22. Madrid

2K 323 65
                                    

Bismillah.

***

Dominasi warna kuning di terminal empat bandara Barajas menyegarkan mata Anna. Arsitektur yang unik membuatnya terlalu asyik dengan kamera, hingga tanpa sadar ia tertinggal oleh langkah Ahmar yang lebar. Anna setengah berlari, mengejar Ahmar yang telah jauh di depan. Mungkin Ahmar lupa, bahwa sekarang ia pulang tak sendirian.

Ahmar bahkan telah sampai di pintu terluar, memeluk akrab seorang bule yang tak kalah tampan darinya. Ia baru sadar Anna tertinggal ketika hendak mengenalkannya pada Juan, sepupunya. Setengah berlari ia kembali menuju ke arah Anna. Melingkarkan tangan ke pinggang istrinya sembari meminta maaf untuk alpanya.

"Oh Dios mio. Pengalamanmu dengan wanita memang payah. Bagaimana bisa istri secantik ini tertinggal sejauh itu. Ckckck," komentar Juan begitu Ahmar dan Anna sampai di hadapannya. Ia tertawa lepas. Tinju Ahmar mendarat di bahunya.

"Juan. Juan Callejas Mateu." Sepupu Ahmar itu menyebut nama. Anna menyambut uluran tangannya.

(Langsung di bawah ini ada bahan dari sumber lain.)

"""``tuneopt terrain SCENARIO --out DIR [--seed N]``: build the course, write what each wheel sees.

For each segment it writes ``segment_NN_<terrain>.csv`` (columns x, ground, front, rear, speed,
decel, curvature in SI units, one row per sample) and a PNG plot of the same name, plus
``course.csv`` with one line per segment.
"""

from __future__ import annotations

import argparse
import sys
from pathlib import Path
from typing import Any, TextIO

import numpy as np

from tuneopt.model.errors import FieldProblem, InputError

__all__ = ["register", "run", "write_course"]

_CSV_HEADER = "x,ground,front,rear,speed,decel,curvature"
# wheel_inputs names its arguments; a scenario names the fields they came from
_FIELD_OF_ARGUMENT = {
    "wheelbase": "bike.wheelbase",
    "front_radius": "front_tyre.outer_radius",
    "rear_radius": "rear_tyre.outer_radius",
}


def register(subparsers: Any) -> None:
    parser = subparsers.add_parser(
        "terrain",
        help="build the scenario's course and write each segment's wheel inputs and a plot",
        description="Build the course of the scenario's [course] section and write, per "
        "segment, the road heights each wheel sees (CSV) and a plot (PNG).",
    )
    parser.add_argument("scenario", metavar="SCENARIO", help="scenario file (.toml or .json)")
    parser.add_argument("--out", required=True, metavar="DIR", help="folder to write into")
    parser.add_argument(
        "--seed", type=int, default=None, metavar="N",
        help="course seed (default: the scenario's course.seed)",
    )
    parser.set_defaults(func=run)


def run(args: argparse.Namespace) -> int:
    from tuneopt.model import load_scenario

    scenario = load_scenario(args.scenario)
    return write_course(scenario, Path(args.out), seed=args.seed)


def _number(obj: Any, path: str) -> float:
    value: Any = obj
    for part in path.split("."):
        value = getattr(value, part, None)
        if value is None:
            raise InputError.single(path, "missing in the scenario")
    return float(value)


def write_course(
    scenario: Any,
    out: Path,
    seed: int | None = None,
    stream: TextIO | None = None,
    plots: bool = True,
) -> int:
    """Write the course of ``scenario`` into ``out`` (plots too unless ``plots`` is False);
    returns the exit code (0).

    ``scenario`` needs ``.course`` (a CourseSpec), ``.bike.wheelbase`` and
    ``.front_tyre.outer_radius`` / ``.rear_tyre.outer_radius`` [m]. Raises InputError on bad
    input.
    """
    from tuneopt.report import draw_segment_plot, segment_plot_data
    from tuneopt.terrain import build_course, wheel_inputs

    stream = stream if stream is not None else sys.stdout
    spec = getattr(scenario, "course", None)
    if spec is None:
        raise InputError.single("course", "missing: the scenario has no [course] section")
    if seed is not None and seed < 0:
        raise InputError.single("--seed", f"must be a whole number >= 0, got {seed}")
    wheelbase = _number(scenario, "bike.wheelbase")
    front_radius = _number(scenario, "front_tyre.outer_radius")
    rear_radius = _number(scenario, "rear_tyre.outer_radius")
    used_seed = spec.seed if seed is None else seed
    try:
        out.mkdir(parents=True, exist_ok=True)
    except OSError as exc:
        raise InputError.single("--out", f"cannot create {out}: {exc.strerror or exc}") from None

    course = build_course(spec, used_seed)
    print(
        f"course: {len(course.segments)} segments, {course.length:.0f} m, surface "
        f"{course.surface}, seed {course.seed}, spacing {spec.spacing * 1000:g} mm",
        file=stream,
    )
    summary = ["segment,terrain,weight,friction,length,min_speed,max_speed,csv,plot"]
    for i, segment in enumerate(course.segments):
        try:
            inputs = wheel_inputs(segment, front_radius, rear_radius, wheelbase)
        except InputError as exc:
            raise InputError(
                FieldProblem(_FIELD_OF_ARGUMENT.get(p.location, p.location), p.message)
                for p in exc.problems
            ) from None
        stem = f"segment_{i + 1:02d}_{segment.terrain}"
        table = np.column_stack(
            [inputs.x, segment.z, inputs.front, inputs.rear, inputs.speed, inputs.decel,
             inputs.curvature]
        )
        csv_path = out / f"{stem}.csv"
        png_name = ""
        try:
            np.savetxt(csv_path, table, delimiter=",", header=_CSV_HEADER, comments="",
                       fmt=["%.4f", "%.6f", "%.6f", "%.6f", "%.4f", "%.4f", "%.5f"])
            print(f"wrote {csv_path}", file=stream)
            if plots:
                data = segment_plot_data(i, segment, inputs, wheelbase)
                png_path = draw_segment_plot(data, out / f"{stem}.png")
                png_name = png_path.name
                print(f"wrote {png_path}", file=stream)
        except OSError as exc:
            raise InputError.single("--out", f"cannot write into {out}: {exc}") from None
        summary.append(
            f"{i + 1},{segment.terrain},{segment.weight:.4f},{segment.friction:.3f},"
            f"{segment.length:.3f},{segment.speed.min():.3f},{segment.speed.max():.3f},"
            f"{csv_path.name},{png_name}"
        )
    summary_path = out / "course.csv"
    try:
        summary_path.write_text("\n".join(summary) + "\n", encoding="utf-8")
    except OSError as exc:
        raise InputError.single("--out", f"cannot write into {out}: {exc}") from None
    print(f"wrote {summary_path}", file=stream)
    return 0
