def match_columns(netlist: Netlist, columns: Mapping[str, np.ndarray], count: int,
                  field: str = "drive") -> tuple[np.ndarray, np.ndarray]:
    """Source levels ``(n, m)`` and switch states ``(n, s)`` from level columns (as
    :func:`firstorder.drive.level_columns` reads them); `field` names them in errors."""
    if not netlist.switch_names and len(columns) == 1 == len(netlist.source_names) and netlist.source_names[0] in columns:
        # One source, no switch, its column and nothing else: the checks below would pass.
        return columns[netlist.source_names[0]].reshape(count, 1), np.zeros((count, 0), dtype=bool)
    sources = list(netlist.source_names)
    switches = list(netlist.switch_names)
    known = set(sources) | set(switches)
    extra = [name for name in columns if name not in known]
    if extra:
        raise InputError(
            f"{field} columns {extra} name no source or switch of the fixture; "
            f"sources are {sources}, switches are {switches}"
        )
    missing = [name for name in sources + switches if name not in columns]
    if missing:
        raise InputError(f"{field}: no column for {missing}; the fixture needs one column per source and switch")
    if len(sources) == 1:
        levels = columns[sources[0]].reshape(count, 1)  # a view of the read-only column
    else:
        levels = np.column_stack([columns[s] for s in sources]) if sources else np.zeros((count, 0))
    if not switches:
        return levels, np.zeros((count, 0), dtype=bool)
    states = np.column_stack([columns[s] for s in switches])
    bad = (states != 0) & (states != 1)
    if bad.any():
        k, j = np.argwhere(bad)[0]
        raise InputError(
            f"{field}.{switches[j]}[{k}]: {float(states[k, j])!r} is not a switch state; use 1/True (closed) or "
            f"0/False (open)"
        )
    return levels, states.astype(bool)


def _distinct(states: np.ndarray) -> tuple[list[tuple[bool, ...]], np.ndarray, np.ndarray]:
    """The distinct switch configurations, which one holds in each segment, and the
    first segment of each."""
    n, count = states.shape
    if count == 0:
        # read-only: nothing to fill
        return [()], repeated(0, n, np.intp), np.zeros(1, dtype=np.intp)
    codes = states.astype(np.int64) @ (np.int64(1) << np.arange(count, dtype=np.int64))
    unique, first, inverse = np.unique(codes, return_index=True, return_inverse=True)
    configs = [tuple(bool((code >> j) & 1) for j in range(count)) for code in unique.tolist()]
    return configs, inverse.reshape(-1), first


def _one_value(array: np.ndarray) -> bool:
    """True for a read-only broadcast of one value (stride 0), as one rate for every segment is."""
    return array.ndim == 1 and array.size > 1 and array.strides == (0,)
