class TestReproducible:
    def test_unit_k_depends_only_on_seed_and_k(self):
        small = rc_study(Spread({"c": "10%", "r": "1%"}), 100, seed=12)
        large = rc_study(Spread({"c": "10%", "r": "1%"}), 5000, seed=12)
        assert np.array_equal(small.values.to_numpy(), large.values.to_numpy()[:100])
        assert np.array_equal(small.boundary, large.boundary[:100])

    def test_the_same_seed_repeats_and_another_differs(self):
        spread = Spread({"c": "10%"})
        one, again, other = (rc_study(spread, 200, seed=s).settling(HALF_LSB_16) for s in (1, 1, 2))
        assert one.equals(again)
        assert not one.equals(other)


class TestBadArguments:
    @pytest.mark.parametrize("units, message", [
        (0, "units: 0"), (-5, "units: -5"), (2.5, "units: 2.5"), (True, "units: True"), ("100", "units: '100'"),
        (None, "units: None"), ("many", "units: 'many'"),
    ])
    def test_units(self, units, message):
        with pytest.raises(InputError, match=message.replace("(", r"\(")):
            rc_study(Spread({"c": "10%"}), units)

    def test_more_units_kept_than_memory_holds(self):
        with pytest.raises(InputError, match=r"units: 1,000,000,000 units .* kept \(keep=True\) .* GiB"):
            rc_study(Spread({"c": "10%"}), 10**9, keep=True)

    @pytest.mark.parametrize("fractions", [0.0, 1.5, -0.1, "0.5", (), (0.5, 2.0), True, [None], float("nan")])
    def test_fractions(self, fractions):
        study = rc_study(Spread({"c": "10%"}), 10)
        with pytest.raises(InputError, match="fraction"):
            study.settling(HALF_LSB_16, fractions=fractions)

    @pytest.mark.parametrize("confidence", [0.0, 1.0, 95, "95%", None])
    def test_confidence(self, confidence):
        with pytest.raises(InputError, match="confidence"):
            rc_study(Spread({"c": "10%"}), 10).passing(HALF_LSB_16, confidence=confidence)

    @pytest.mark.parametrize("k", [-1, 10, 2.0, "3", True, None])
    def test_unit_index(self, k):
        with pytest.raises(InputError, match="unit: .* units are 0 to 9"):
            rc_study(Spread({"c": "10%"}), 10).unit(k)

    def test_probe_tolerance_drive_spread_and_seed(self):
        study = rc_study(Spread({"c": "10%"}), 10)
        with pytest.raises(InputError, match="probe: 'v_x'"):
            study.settling(HALF_LSB_16, probe="v_x")
        with pytest.raises(InputError, match="in A"):
            study.settling(fo.Tolerance.absolute("1 mA"))
        with pytest.raises(InputError, match="sample_delay"):
            study.settling(HALF_LSB_16, sample_delay="-30m")
        fx = fo.Fixture.rc("10k", "100n")
        with pytest.raises(InputError, match="drive: "):
            fx.study([0, 1], Spread({"c": "1%"}), units=5, seed=1)
        with pytest.raises(InputError, match="spread: "):
            fx.study(fo.Drive([0], end="1m", vin=[1.0]), {"c": "1%"}, units=5, seed=1)
        with pytest.raises(InputError, match="seed: -1"):
            fx.study(fo.Drive([0], end="1m", vin=[1.0]), Spread({"c": "1%"}), units=5, seed=-1)
        with pytest.raises(InputError, match="spread q"):
            fx.study(fo.Drive([0], end="1m", vin=[1.0]), Spread({"q": "1%"}), units=5, seed=1)


class TestCurves:
    """Every unit's curve is the hand-built unit's, bit for bit; the envelope's edges are
    order statistics of them (checked against sorting every unit)."""

    @pytest.mark.parametrize("component", ["total", "zero_input", "zero_state", "forced", "natural"])
    @pytest.mark.parametrize("probe", [None, "v_b", "i_rs"])
    def test_each_row_is_the_units_own_curve(self, study, component, probe):
        drive = general_drive()
        t = np.linspace(drive.start, drive.end, 333)
        lot = study.evaluate(t, component, probe)
        for k in (0, 17, 299):
            alone = study.unit(k).evaluate(t, (component,), probe)[component]
            assert np.array_equal(lot[k], alone), (k, component, probe)

    def test_a_long_grid_too(self, study):
        drive = general_drive()
        t = np.linspace(drive.start, drive.end, 3000)  # past the short-grid search: run lengths alone
        lot = study.evaluate(t)
        assert np.array_equal(lot[5], study.unit(5).total(t))

    def test_the_envelope_holds_the_central_fraction(self, study):
        drive = general_drive()
        t = np.linspace(drive.start, drive.end, 50)
        low, high = study.envelope(t, fraction=0.9)
        ordered = np.sort(study.evaluate(t), axis=0)
        tail = math.floor(0.05 * study.units)  # 15 units below, 15 above
        assert np.array_equal(low, ordered[tail]) and np.array_equal(high, ordered[-1 - tail])
        inside = ((study.evaluate(t) >= low) & (study.evaluate(t) <= high)).mean(axis=0)
        assert (inside >= 0.9).all()

    def test_bad_component_fraction_and_times(self, study):
        with pytest.raises(InputError, match="component: 'ripple'"):
            study.evaluate([0.0], "ripple")
        with pytest.raises(InputError, match="fraction"):
            study.envelope([0.0], fraction=1.5)
        with pytest.raises(InputError, match="outside the drive"):
            study.evaluate([-1.0])


class TestTargets:
    """Against a target other than each unit's own final value, the error is |value - target|;
    the reference is a dense grid of every unit's own curve (brute force, 20,001 points a
    segment), whose last entry into the band must agree with the closed form."""

    def brute_force(self, study, target, limit, k, segment):
        drive = study.drive
        t = np.linspace(drive.times[segment], drive.ends[segment], 20_001)[:-1]
        error = np.abs(study.unit(k).total(t) - target[segment])
        outside = np.flatnonzero(error > limit)
        if outside.size == 0:
            return 0.0
        if outside[-1] == t.size - 1:
            return math.nan
        return t[outside[-1] + 1] - drive.times[segment]

    @pytest.mark.parametrize("target", ["nominal", "vin", [5.0, 0.0], 2.5])
    def test_settle_times_against_a_dense_grid(self, target):
        fx = fo.Fixture.rc("10k", "100n")
        fx.resistor("r_in", "out", "gnd", "1M") if "out" in fx.netlist.nodes else None
        drive = fo.Drive([0, "20m"], end="40m", vin=[5.0, 0.0])
        study = fx.study(drive, Spread({"c": "10%", "r": "1%", "vin.gain": "0.02%"}), units=40, seed=4)
        tolerance = fo.Tolerance.absolute("2m")
        lot = study.columns(tolerance, target=target)
        aim = study._target(target, None, "V")
        step = (drive.ends[0] - drive.times[0]) / 20_000
        for k in (0, 13, 39):
            for segment in (0, 1):
                expected = self.brute_force(study, aim, 2e-3, k, segment)
                got = lot.settle_time[k, segment]
                if math.isnan(expected):
                    assert math.isnan(got), (k, segment, got)
                else:
                    assert abs(got - expected) <= 1.01 * step, (k, segment, got, expected)

    def test_the_final_target_is_each_units_own_table_and_gain_error_counts_against_the_source(self):
        fx = fo.Fixture.rc("10k", "100n")
        drive = fo.Drive([0, "20m"], end="40m", vin=[5.0, 0.0])
        study = fx.study(drive, Spread({"vin.gain": Uniform("0.1%", "0.2%")}), units=20, seed=1)
        half_lsb = fo.Tolerance.lsb(bits=16, span=5.0)
        own = study.columns(half_lsb)
        against_source = study.columns(half_lsb, target="vin")
        # Every unit's gain is 0.1-0.2 % high: 5-10 mV off 5 V, far past 38 µV; 0 V is still 0 V.
        assert own.ok.all()
        assert not against_source.ok[:, 0].any() and against_source.ok[:, 1].all()
        assert np.isnan(against_source.settle_time[:, 0]).all()

    @pytest.mark.parametrize("target, message", [
        ("typical", "target: 'typical'"), ([1.0, 2.0, 3.0], "3 values for 2 segments"), (True, "target"),
        ({"vin": 1}, "target"),
    ])
    def test_bad_targets(self, target, message):
        study = rc_study(Spread({"c": "10%"}), 5)
        with pytest.raises(InputError, match=message):
            study.columns(HALF_LSB_16, target=target)

    def test_a_source_in_another_unit_is_refused(self):
        fx = fo.Fixture().current_source("ib", "gnd", "a").resistor("r", "a", "gnd", "1k").capacitor("c", "a", "gnd", "1u")
        study = fx.study(fo.Drive([0], end="10m", ib=[1e-3]), Spread({"c": "1%"}), units=5, seed=1)
        with pytest.raises(InputError, match="gives A, but the watched quantity is in V"):
            study.columns(fo.Tolerance.absolute("1m"), target="ib")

"Anna. Adrianna Yazid Mateu."

"Hush, kau tak boleh menggunakan namaku di belakang namamu," sahut Ahmar. Juan lagi-lagi tertawa.

"Kenapa?"

"Karena kau istriku, bukan adikku, apalagi anakku. Maka kau tak boleh menasabkan dirimu padaku. Kau cuma boleh menasabkan dirimu pada orang tuamu, dalam hal ini adalah ayahmu. Kau ingat kan waktu kita menikah? Namamu adalah Adrianna binti Tjandra Hardjono. Bukan Adrianna Yazid Mateu. Kau kan bukan keturunan Yazid dan Mateu. Memangnya kau mau jadi adikku?"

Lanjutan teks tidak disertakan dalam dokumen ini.